Task details: If a line in the records below contains "data", copy that line.
Start of Block
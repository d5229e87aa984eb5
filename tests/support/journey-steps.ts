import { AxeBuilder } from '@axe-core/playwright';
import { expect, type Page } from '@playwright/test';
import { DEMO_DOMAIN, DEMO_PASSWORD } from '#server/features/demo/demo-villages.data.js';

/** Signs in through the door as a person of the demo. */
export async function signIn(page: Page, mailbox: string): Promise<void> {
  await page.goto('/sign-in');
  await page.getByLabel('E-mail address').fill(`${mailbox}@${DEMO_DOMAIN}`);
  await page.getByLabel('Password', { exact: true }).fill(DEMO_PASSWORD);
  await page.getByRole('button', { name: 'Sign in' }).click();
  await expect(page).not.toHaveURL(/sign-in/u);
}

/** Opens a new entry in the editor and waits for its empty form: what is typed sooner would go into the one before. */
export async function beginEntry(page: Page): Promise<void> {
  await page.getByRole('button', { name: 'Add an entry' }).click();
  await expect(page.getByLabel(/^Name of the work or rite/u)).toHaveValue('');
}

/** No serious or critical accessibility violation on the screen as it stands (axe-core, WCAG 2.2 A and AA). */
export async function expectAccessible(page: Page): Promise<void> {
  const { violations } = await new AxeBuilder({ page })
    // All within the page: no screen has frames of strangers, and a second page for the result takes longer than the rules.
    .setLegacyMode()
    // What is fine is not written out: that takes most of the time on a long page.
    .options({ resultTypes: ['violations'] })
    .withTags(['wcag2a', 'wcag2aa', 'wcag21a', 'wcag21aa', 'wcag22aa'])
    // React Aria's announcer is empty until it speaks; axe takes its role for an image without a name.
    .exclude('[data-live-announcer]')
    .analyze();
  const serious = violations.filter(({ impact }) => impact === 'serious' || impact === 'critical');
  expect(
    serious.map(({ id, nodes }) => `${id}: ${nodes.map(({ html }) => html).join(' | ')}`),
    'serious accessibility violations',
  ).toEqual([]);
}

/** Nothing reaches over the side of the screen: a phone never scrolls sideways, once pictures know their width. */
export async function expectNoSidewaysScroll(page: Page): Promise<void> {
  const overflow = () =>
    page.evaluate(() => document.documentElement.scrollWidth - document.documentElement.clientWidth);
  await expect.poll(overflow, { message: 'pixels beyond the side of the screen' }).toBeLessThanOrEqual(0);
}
End of Block
Answer box:
import { DEMO_DOMAIN, DEMO_PASSWORD } from '#server/features/demo/demo-villages.data.js';
    .exclude('[data-live-announcer]')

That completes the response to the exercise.